Aunque en septiembre el protagonismo se lo haya llevado Metal Gear Solid V: The Phantom Pain, también salió al mercado la adaptación como videojuego de la saga de películas Mad Max, y ha sido bastante menospreciado, sin merecerlo. Mad Max es un juego lleno de acción y caos, lo que resulta extremadamente divertido.

Desde antes de su lanzamiento me encontraba bastante curioso por probar Mad Max, por supuesto, también en gran parte por haber revivido mi pasión por la saga de películas de George Miller con la llegada de Mad Max: Fury Road. El caso es que Fury Road nos dejó con la boca abierta al contarnos una historia completamente distinta a lo que esperábamos sobre Max, y eso fue maravilloso. Con la llegada de Mad Max (el juego) volvemos a las raíces de la saga, a la era de Mel Gibson, lo que para muchos ha estado mal. ¿Por qué? No termino de comprenderlo.
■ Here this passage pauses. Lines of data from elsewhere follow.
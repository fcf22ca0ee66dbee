//! Group E: value kinds, default values and editions, as far as documents tell.

use super::parameters::{models, word};
use super::{Subject, finding};
use crate::core::documents::assessment::{Finding, Severity, Terms};
use crate::core::documents::pathway::ValueKind;
use crate::core::domain::Term;
use crate::core::engine::resolved::Resolved;
use crate::core::units::rounding::plain_fixed;
use jiff::civil::Date;
use std::collections::{BTreeMap, BTreeSet};

/// Runs the checks that a pathway can tell.
pub fn run(subject: &Subject, findings: &mut Vec<Finding>) {
    let assessment = subject.assessment;
    findings.extend(kinds_recorded(
        &assessment.terms_g_co2e_per_mj,
        &kinds(subject.resolved),
    ));
    findings.extend(one_version(&soil_editions(subject.resolved)));
}

/// The kinds of value behind each term (`actual`, `regional`, `default`): own inputs are actual, bought fuel says so
/// itself, published defaults are default.
pub fn kinds(resolved: &Resolved) -> BTreeMap<Term, BTreeSet<&'static str>> {
    let mut kinds: BTreeMap<Term, BTreeSet<&'static str>> = BTreeMap::new();
    let inputs = resolved.stages.iter().flat_map(|stage| &stage.inputs);
    for input in inputs.filter(|input| input.replaced.is_none()) {
        let kind = match input.stated {
            None | Some(ValueKind::Actual) => "actual",
            Some(ValueKind::Regional) => "regional",
            Some(ValueKind::Default) => "default",
        };
        if let Some(term) = input.term {
            kinds.entry(term).or_default().insert(kind);
        }
    }
    for default in &resolved.defaults {
        kinds.entry(default.term).or_default().insert("default");
    }
    kinds
}

/// E-03: each term that counts says of what kind its value is.
pub fn kinds_recorded(terms: &Terms, kinds: &BTreeMap<Term, BTreeSet<&'static str>>) -> Vec<Finding> {
    let without = |term: &Term| terms.get(*term) != 0.0 && kinds.get(term).is_none_or(BTreeSet::is_empty);
    let found = Term::ALL.into_iter().filter(without).map(|term| {
        let message = format!("{} has no kind of value.", term.name());
        let remedy = "Say whether it is default, regional or actual.";
        finding("E-03", Severity::Block, "", term.name(), message, remedy)
    });
    found.collect()
}

/// E-04: the printed total default of a pathway holds only where land-use change is not above zero. Defaults term by
/// term, which is what a pathway document holds, are another sum: land-use change stands beside them.
pub fn total_default(pathway: &str, land_g_per_mj: f64) -> Option<Finding> {
    (land_g_per_mj > 0.0).then(|| {
        let message = format!(
            "{pathway} cannot use the total default value: its land-use change is {} g/MJ.",
            plain_fixed(land_g_per_mj, 2)
        );
        let remedy = "Use actual values, or defaults term by term.";
        finding("E-04", Severity::Block, "", "defaults", message, remedy)
    })
}

/// A version of an edition that figures of a place rest on.
#[derive(Clone, Debug, PartialEq)]
pub struct EditionUse {
    /// What versions belong to, such as `the IPCC guidelines on soils`.
    pub edition: String,
    /// Version.
    pub version: String,
    /// Key of the stage.
    pub stage: String,
    /// Field.
    pub field: String,
}

/// E-05: one version of each edition.
pub fn one_version(uses: &[EditionUse]) -> Vec<Finding> {
    let mut first: BTreeMap<&str, &EditionUse> = BTreeMap::new();
    let mut said = BTreeSet::new();
    let mut findings = Vec::new();
    for used in uses {
        let before = *first.entry(&used.edition).or_insert(used);
        if before.version == used.version || !said.insert(used.edition.as_str()) {
            continue;
        }
        let message = format!(
            "Factors come from versions {} and {} of {}.",
            before.version, used.version, used.edition
        );
        let remedy = "Choose one and work the assessment out again.";
        findings.push(finding(
            "E-05",
            Severity::Block,
            &used.stage,
            &used.field,
            message,
            remedy,
        ));
    }
    findings
}

/// The Guidelines of 2006 and their Refinement of 2019 are two versions of one text.
fn soil_editions(resolved: &Resolved) -> Vec<EditionUse> {
    let mut uses = Vec::new();
    for stage in &resolved.stages {
        for input in &stage.document.inputs {
            let soils = models(input).iter().filter(|model| model.kind == "soil_n2o");
            for version in soils.filter_map(|model| word(model, "method")?.strip_prefix("ipcc-")) {
                uses.push(EditionUse {
                    edition: "the IPCC guidelines on managed soils".to_owned(),
                    version: version.to_owned(),
                    stage: stage.document.key.clone(),
                    field: format!("inputs.{}.method", input.key),
                });
            }
        }
    }
    uses
}

/// E-11: the file of evidence is the one that was attached on a day; `found` is the hash of what lies in its place now.
pub fn file_unchanged(file: &str, attached: Date, hash: &str, found: Option<&str>) -> Option<Finding> {
    let (message, remedy) = match found {
        Some(found) if found == hash => return None,
        Some(_) => (
            format!("{file} is not the file that was attached on {attached}."),
            "Restore that file, or attach this one as new evidence.",
        ),
        None => (
            format!("{file}, attached on {attached}, is missing."),
            "Restore it from a backup, or attach it once more.",
        ),
    };
    Some(finding("E-11", Severity::Block, "", "evidence", message, remedy))
}

#[cfg(test)]
mod tests {
    use super::*;
    use jiff::civil::date;

    fn used(edition: &str, version: &str) -> EditionUse {
        let [edition, version] = [edition, version].map(str::to_owned);
        EditionUse {
            edition,
            version,
            stage: "field".to_owned(),
            field: "inputs.n2o.method".to_owned(),
        }
    }

    #[test]
    fn every_term_that_counts_has_a_kind() {
        let terms = Terms {
            e_ec: 3.0,
            e_td: 1.0,
            ..Terms::default()
        };
        let mut kinds = BTreeMap::from([
            (Term::Eec, BTreeSet::from(["actual"])),
            (Term::Etd, BTreeSet::new()),
        ]);
        let found = kinds_recorded(&terms, &kinds);
        assert_eq!(found.len(), 1);
        assert_eq!(found[0].field, "e_td");
        kinds.insert(Term::Etd, BTreeSet::from(["default"]));
        assert!(kinds_recorded(&terms, &kinds).is_empty());
    }

    #[test]
    fn the_total_default_wants_no_land_use_change() {
        assert_eq!(total_default("Wheat", 0.0), None);
        assert_eq!(total_default("Wheat", -2.0), None);
        assert_eq!(total_default("Wheat", 0.1).unwrap().severity, Severity::Block);
    }

    #[test]
    fn one_version_of_an_edition() {
        assert!(one_version(&[used("soils", "2006"), used("soils", "2006"), used("own", "2")]).is_empty());
        let mixed = [
            used("soils", "2006"),
            used("soils", "2019"),
            used("soils", "2019"),
        ];
        let found = one_version(&mixed);
        assert_eq!(found.len(), 1);
        assert!(found[0].message.contains("2006 and 2019"));
    }

    #[test]
    fn a_file_is_the_one_that_was_attached() {
        let day = date(2026, 12, 1);
        assert_eq!(
            file_unchanged("bill.pdf", day, "sha256:a", Some("sha256:a")),
            None
        );
        let altered = file_unchanged("bill.pdf", day, "sha256:a", Some("sha256:b")).unwrap();
        assert_eq!((altered.id.as_str(), altered.severity), ("E-11", Severity::Block));
        assert_eq!(
            altered.message,
            "bill.pdf is not the file that was attached on 2026-12-01."
        );
        let missing = file_unchanged("bill.pdf", day, "sha256:a", None).unwrap();
        assert_eq!(missing.message, "bill.pdf, attached on 2026-12-01, is missing.");
    }
}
Mad Max (el juego) no es Fury Road, y eso no importa

Desde su anuncio los chicos de Avalanche Studios dijeron que este juego no tiene nada que ver con la nueva película de George Miller, se desarrollaron de forma completamente independiente. ¿Qué quiere decir? Que en el título no aparecen los dos mejores personajes de la película, en este orden: Imperator Furiosa e Immortan Joe.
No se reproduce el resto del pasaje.